What you need to do:
Across all the entries below, how many lines contain the string "heard"? The number by itself is the answer.

Task data:
-- Opening Marker --
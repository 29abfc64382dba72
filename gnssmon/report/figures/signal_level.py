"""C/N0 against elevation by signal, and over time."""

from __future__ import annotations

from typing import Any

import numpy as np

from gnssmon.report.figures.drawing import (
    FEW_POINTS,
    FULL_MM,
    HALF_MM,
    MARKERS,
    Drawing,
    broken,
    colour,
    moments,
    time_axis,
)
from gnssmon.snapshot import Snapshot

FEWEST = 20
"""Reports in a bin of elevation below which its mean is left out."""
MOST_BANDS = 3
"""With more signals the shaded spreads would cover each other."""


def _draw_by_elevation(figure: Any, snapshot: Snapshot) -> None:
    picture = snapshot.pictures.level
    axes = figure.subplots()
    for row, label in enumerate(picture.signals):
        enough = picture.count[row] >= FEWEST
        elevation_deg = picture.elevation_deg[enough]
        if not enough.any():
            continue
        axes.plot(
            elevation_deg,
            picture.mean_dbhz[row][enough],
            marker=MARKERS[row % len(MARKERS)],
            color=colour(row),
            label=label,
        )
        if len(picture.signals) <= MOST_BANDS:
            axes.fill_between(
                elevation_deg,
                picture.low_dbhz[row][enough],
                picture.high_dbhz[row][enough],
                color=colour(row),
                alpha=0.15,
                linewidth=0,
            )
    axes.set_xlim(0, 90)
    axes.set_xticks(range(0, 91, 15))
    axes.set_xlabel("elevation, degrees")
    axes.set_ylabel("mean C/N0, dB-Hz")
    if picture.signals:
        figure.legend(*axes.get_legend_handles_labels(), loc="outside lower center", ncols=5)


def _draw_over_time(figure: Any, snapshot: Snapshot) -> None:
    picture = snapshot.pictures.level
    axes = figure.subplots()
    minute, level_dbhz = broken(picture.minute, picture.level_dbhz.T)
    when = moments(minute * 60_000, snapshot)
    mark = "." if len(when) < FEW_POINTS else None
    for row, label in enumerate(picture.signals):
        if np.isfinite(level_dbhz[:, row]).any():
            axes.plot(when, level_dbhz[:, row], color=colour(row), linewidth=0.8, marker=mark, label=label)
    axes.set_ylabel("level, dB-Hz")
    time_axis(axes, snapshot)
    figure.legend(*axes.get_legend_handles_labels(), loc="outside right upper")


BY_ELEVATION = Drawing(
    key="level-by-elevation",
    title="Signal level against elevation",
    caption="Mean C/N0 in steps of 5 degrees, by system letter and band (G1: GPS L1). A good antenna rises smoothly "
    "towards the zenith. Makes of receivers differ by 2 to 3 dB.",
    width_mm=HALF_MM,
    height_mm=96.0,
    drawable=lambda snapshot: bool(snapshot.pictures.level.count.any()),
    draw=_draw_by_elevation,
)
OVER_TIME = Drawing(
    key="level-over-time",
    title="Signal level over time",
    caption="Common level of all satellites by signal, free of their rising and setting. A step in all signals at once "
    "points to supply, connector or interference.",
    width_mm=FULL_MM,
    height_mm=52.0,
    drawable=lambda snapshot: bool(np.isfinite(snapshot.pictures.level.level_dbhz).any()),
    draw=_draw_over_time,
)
-- Closing Marker --
-- Opening Marker --
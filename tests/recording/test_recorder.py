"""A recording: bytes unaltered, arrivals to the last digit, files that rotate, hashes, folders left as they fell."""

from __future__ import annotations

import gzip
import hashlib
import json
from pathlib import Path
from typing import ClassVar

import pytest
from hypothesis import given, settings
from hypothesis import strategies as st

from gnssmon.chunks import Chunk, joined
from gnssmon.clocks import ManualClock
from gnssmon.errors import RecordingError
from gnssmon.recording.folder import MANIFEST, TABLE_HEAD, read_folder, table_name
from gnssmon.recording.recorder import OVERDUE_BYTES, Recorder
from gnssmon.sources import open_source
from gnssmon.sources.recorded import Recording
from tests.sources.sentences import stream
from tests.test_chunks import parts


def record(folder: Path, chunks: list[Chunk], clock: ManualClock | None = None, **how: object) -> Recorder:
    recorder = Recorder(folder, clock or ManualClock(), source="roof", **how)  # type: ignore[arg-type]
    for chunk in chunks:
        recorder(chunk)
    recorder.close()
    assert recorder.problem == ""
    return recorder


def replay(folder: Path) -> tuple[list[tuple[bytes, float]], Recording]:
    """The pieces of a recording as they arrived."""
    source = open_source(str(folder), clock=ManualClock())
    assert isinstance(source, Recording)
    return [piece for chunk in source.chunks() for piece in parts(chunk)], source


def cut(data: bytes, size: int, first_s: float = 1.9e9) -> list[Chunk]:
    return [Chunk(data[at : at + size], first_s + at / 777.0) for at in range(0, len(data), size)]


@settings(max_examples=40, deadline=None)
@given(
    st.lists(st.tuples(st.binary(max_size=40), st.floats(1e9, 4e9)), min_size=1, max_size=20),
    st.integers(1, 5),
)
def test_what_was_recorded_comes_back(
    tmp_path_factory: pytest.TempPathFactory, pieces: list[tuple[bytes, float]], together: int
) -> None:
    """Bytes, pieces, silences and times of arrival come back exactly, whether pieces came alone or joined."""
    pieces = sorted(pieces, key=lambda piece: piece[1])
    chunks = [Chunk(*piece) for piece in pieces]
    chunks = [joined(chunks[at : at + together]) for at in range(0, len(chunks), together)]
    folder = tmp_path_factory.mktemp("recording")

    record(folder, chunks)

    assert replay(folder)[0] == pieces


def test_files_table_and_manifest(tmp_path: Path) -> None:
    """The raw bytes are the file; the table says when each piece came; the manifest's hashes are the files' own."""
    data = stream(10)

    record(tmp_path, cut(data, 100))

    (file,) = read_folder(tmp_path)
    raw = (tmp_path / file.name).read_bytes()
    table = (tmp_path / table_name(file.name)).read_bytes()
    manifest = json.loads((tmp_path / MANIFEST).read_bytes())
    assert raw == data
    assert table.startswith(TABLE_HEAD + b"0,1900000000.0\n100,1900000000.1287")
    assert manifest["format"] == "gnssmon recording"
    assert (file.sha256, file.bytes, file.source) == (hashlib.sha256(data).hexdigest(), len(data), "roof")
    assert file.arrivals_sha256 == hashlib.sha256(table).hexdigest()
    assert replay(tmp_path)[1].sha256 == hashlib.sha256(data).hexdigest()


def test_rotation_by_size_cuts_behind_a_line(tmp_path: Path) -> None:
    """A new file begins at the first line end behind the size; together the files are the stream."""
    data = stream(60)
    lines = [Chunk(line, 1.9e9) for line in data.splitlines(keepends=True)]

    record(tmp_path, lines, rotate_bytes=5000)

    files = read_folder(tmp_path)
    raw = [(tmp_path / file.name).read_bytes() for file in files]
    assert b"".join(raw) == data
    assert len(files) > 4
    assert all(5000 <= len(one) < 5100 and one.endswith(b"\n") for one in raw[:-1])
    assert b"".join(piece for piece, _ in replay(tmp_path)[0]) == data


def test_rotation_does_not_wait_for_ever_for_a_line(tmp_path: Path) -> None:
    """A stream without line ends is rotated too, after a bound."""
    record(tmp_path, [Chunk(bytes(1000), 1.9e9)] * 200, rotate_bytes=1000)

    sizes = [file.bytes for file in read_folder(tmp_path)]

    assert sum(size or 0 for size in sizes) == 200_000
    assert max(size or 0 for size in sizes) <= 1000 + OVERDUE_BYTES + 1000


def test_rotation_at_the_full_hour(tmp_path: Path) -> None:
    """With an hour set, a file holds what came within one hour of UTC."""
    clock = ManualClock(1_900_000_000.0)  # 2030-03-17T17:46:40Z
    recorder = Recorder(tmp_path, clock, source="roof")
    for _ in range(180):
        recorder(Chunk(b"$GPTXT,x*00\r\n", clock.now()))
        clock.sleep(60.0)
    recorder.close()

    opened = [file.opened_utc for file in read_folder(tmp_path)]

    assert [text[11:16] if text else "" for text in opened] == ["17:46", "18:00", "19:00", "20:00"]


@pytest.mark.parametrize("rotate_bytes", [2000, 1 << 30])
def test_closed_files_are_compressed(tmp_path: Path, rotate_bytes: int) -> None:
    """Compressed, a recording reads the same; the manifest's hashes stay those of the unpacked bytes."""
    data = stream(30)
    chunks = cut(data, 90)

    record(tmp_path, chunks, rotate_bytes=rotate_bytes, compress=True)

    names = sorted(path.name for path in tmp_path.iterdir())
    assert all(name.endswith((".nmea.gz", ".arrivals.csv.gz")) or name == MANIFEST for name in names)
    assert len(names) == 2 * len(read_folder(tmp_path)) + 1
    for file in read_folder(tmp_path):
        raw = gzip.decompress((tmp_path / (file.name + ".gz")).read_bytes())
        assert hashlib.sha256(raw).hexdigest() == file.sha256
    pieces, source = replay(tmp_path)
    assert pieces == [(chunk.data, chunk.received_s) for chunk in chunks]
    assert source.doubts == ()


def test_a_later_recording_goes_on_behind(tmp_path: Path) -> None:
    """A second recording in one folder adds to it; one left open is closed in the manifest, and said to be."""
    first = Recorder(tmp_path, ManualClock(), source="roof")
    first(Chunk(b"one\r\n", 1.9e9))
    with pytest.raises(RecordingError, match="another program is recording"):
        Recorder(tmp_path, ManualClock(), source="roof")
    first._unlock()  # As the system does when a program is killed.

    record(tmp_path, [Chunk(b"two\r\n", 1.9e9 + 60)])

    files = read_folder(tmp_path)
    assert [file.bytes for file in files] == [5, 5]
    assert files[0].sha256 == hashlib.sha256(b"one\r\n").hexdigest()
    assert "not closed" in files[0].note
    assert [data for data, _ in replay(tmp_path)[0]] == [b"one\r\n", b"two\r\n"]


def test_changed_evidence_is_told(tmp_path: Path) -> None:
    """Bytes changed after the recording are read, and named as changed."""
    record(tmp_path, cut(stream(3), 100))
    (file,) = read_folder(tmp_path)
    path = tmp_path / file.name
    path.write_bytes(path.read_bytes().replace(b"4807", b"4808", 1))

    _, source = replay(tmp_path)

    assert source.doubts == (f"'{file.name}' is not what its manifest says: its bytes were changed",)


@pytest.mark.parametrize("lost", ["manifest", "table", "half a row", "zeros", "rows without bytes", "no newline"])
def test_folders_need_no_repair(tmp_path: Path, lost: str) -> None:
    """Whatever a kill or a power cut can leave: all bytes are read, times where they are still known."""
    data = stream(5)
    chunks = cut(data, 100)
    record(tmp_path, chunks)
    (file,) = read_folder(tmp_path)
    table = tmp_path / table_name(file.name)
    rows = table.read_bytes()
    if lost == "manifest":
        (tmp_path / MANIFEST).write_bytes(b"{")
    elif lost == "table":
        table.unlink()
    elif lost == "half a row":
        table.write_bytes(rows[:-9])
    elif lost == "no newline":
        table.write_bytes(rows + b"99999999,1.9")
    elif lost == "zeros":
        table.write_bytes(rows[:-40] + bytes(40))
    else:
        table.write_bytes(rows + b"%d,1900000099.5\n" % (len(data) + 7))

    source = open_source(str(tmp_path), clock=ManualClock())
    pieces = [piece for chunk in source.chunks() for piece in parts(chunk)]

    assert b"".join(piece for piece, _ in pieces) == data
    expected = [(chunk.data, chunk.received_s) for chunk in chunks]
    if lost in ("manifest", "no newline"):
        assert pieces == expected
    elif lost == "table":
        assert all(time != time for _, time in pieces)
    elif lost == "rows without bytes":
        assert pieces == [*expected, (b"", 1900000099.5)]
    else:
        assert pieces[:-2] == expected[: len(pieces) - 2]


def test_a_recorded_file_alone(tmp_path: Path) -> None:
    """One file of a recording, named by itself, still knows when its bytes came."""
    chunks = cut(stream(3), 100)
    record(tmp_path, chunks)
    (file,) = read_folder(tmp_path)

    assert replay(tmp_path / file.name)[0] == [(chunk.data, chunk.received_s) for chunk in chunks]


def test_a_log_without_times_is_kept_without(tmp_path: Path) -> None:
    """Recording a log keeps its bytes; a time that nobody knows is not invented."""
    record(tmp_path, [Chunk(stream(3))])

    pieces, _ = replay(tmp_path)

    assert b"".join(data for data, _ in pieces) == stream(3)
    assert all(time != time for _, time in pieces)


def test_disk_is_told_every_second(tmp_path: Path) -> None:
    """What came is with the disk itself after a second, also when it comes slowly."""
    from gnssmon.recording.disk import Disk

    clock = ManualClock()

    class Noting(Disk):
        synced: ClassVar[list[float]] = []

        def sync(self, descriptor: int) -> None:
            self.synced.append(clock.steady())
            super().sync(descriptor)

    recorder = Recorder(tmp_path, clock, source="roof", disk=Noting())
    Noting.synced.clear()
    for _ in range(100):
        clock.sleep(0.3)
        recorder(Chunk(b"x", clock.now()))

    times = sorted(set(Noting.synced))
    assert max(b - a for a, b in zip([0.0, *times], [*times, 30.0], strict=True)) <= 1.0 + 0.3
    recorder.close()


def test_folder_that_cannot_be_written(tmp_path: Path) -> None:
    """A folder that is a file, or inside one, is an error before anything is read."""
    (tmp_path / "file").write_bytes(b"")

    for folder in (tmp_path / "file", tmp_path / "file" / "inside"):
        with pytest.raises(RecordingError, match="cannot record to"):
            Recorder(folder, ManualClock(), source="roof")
-- Closing Marker --
-- Opening Marker --
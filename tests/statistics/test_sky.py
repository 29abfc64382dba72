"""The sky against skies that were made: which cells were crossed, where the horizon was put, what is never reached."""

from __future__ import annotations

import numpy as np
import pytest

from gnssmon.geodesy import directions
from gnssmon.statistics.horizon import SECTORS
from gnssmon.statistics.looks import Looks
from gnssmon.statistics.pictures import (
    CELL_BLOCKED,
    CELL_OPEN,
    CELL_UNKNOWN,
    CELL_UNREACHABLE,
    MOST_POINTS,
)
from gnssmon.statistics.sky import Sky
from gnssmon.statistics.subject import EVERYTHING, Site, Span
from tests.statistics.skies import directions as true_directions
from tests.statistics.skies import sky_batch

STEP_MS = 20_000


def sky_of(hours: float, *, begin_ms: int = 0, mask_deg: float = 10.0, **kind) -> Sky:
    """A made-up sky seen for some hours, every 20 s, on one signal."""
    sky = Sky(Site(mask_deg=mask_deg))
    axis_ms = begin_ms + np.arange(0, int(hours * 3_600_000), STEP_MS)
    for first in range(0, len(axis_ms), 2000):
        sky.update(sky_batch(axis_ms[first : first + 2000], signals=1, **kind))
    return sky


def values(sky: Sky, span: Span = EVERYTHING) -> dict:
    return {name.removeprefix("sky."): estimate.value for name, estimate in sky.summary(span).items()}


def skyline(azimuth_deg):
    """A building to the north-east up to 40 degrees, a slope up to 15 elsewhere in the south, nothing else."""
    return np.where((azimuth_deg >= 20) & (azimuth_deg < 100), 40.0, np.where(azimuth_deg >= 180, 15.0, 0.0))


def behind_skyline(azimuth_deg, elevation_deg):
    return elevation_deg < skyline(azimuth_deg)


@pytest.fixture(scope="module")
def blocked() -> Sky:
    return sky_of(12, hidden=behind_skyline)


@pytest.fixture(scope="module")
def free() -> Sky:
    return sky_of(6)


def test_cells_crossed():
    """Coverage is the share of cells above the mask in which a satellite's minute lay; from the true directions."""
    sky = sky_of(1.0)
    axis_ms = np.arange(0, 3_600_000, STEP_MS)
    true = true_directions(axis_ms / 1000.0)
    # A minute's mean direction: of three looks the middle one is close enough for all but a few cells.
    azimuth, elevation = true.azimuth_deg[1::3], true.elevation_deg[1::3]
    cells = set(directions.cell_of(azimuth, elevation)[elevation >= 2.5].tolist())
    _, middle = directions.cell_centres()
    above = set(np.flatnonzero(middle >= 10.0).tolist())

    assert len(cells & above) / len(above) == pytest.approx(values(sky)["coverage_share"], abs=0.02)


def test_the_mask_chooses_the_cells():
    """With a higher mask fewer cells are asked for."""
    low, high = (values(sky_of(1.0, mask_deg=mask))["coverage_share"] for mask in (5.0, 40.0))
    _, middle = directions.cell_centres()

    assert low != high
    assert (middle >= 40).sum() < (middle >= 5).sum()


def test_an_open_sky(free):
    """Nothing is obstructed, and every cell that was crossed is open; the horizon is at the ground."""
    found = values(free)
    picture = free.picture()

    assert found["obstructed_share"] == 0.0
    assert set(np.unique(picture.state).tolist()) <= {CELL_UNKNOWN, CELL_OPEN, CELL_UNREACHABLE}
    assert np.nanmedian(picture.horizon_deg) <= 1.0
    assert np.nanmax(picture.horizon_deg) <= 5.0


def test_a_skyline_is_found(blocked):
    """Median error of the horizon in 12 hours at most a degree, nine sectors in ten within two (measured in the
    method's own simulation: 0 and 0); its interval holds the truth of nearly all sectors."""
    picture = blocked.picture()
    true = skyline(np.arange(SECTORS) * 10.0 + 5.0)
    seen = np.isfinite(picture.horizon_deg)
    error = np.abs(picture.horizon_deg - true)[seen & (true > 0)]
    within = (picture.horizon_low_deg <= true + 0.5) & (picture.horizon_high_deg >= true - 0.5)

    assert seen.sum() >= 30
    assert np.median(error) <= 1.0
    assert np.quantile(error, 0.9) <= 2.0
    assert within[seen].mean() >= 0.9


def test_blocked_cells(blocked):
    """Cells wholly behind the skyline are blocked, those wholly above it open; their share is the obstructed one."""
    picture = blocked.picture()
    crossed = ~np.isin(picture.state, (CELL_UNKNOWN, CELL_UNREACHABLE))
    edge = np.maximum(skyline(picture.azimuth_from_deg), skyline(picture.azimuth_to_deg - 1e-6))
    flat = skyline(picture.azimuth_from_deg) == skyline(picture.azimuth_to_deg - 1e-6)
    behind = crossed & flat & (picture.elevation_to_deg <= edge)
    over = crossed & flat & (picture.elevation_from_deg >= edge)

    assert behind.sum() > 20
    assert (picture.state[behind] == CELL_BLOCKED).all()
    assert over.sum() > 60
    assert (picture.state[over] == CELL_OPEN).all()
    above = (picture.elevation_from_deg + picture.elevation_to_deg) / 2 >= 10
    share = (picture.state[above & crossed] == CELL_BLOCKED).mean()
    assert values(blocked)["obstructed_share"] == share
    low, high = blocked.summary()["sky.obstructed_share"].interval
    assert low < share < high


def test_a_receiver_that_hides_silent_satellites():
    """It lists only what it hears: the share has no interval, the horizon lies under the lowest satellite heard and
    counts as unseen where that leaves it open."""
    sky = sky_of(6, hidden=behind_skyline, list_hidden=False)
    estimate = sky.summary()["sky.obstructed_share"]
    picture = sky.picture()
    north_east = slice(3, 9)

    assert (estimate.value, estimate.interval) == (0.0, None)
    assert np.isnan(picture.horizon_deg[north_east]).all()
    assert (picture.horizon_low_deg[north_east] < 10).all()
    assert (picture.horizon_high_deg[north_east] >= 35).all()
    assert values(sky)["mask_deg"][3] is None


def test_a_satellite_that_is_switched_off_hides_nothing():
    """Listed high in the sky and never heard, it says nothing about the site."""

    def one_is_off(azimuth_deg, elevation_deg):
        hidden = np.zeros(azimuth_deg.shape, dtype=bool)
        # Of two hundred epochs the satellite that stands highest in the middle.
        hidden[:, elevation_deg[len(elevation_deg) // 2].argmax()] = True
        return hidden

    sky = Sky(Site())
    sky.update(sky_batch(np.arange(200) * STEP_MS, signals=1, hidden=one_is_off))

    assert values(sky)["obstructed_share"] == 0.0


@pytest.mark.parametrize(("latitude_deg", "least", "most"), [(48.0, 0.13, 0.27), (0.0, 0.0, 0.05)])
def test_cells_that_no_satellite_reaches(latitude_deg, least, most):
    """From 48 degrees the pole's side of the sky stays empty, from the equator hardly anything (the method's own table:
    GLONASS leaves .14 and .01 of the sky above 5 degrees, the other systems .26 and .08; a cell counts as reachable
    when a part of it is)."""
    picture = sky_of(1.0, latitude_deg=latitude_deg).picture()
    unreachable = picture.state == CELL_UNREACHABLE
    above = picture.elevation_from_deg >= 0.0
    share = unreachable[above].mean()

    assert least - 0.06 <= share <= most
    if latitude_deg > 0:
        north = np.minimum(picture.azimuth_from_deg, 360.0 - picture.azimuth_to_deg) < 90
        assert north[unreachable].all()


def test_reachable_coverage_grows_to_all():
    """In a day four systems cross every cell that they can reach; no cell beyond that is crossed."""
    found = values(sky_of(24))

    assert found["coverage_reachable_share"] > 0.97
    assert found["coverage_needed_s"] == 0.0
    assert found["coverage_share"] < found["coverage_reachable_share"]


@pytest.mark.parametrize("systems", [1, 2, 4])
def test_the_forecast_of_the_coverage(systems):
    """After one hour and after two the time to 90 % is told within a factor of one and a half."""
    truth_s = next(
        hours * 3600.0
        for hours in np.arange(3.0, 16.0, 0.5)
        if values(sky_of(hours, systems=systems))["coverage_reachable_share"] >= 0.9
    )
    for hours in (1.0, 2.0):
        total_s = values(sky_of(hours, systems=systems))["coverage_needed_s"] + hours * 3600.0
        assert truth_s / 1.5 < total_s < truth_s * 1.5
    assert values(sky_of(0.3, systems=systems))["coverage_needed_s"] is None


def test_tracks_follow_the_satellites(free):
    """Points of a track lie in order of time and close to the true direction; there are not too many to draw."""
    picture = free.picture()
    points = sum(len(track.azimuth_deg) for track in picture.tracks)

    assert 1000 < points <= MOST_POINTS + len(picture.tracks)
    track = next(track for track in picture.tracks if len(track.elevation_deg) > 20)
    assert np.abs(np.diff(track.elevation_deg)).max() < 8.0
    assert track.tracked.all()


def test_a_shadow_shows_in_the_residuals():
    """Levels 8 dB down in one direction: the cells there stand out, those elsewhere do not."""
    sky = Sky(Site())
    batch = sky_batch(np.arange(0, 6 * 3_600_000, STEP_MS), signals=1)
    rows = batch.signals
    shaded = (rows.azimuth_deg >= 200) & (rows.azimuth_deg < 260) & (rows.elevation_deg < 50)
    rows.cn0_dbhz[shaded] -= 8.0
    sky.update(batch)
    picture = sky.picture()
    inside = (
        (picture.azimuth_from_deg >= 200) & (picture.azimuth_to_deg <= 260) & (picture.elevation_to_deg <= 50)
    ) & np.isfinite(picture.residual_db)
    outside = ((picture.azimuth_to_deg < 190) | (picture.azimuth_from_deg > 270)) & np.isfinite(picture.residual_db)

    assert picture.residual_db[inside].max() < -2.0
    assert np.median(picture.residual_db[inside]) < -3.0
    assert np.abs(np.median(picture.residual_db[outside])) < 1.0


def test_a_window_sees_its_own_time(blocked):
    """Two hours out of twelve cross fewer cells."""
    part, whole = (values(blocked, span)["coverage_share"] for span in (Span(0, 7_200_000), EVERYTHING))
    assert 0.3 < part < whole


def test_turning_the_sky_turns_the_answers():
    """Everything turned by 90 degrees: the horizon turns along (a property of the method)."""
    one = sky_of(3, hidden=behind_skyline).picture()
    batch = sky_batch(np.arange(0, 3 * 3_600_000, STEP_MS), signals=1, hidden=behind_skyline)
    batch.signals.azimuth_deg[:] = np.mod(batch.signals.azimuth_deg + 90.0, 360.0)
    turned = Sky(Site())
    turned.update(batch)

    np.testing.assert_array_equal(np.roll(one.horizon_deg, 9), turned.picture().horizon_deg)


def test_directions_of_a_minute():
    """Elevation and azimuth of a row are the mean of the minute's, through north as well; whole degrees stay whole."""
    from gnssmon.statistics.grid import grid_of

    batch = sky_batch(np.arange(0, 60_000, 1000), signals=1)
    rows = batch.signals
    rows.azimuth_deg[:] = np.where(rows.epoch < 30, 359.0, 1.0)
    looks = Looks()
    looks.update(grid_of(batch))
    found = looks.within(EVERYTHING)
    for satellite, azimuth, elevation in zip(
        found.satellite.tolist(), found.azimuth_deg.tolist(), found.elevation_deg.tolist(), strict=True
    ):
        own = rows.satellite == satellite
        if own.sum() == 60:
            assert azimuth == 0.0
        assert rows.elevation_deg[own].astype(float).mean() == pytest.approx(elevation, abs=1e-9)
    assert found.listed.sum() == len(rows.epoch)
-- Closing Marker --
Solution for this problem:
2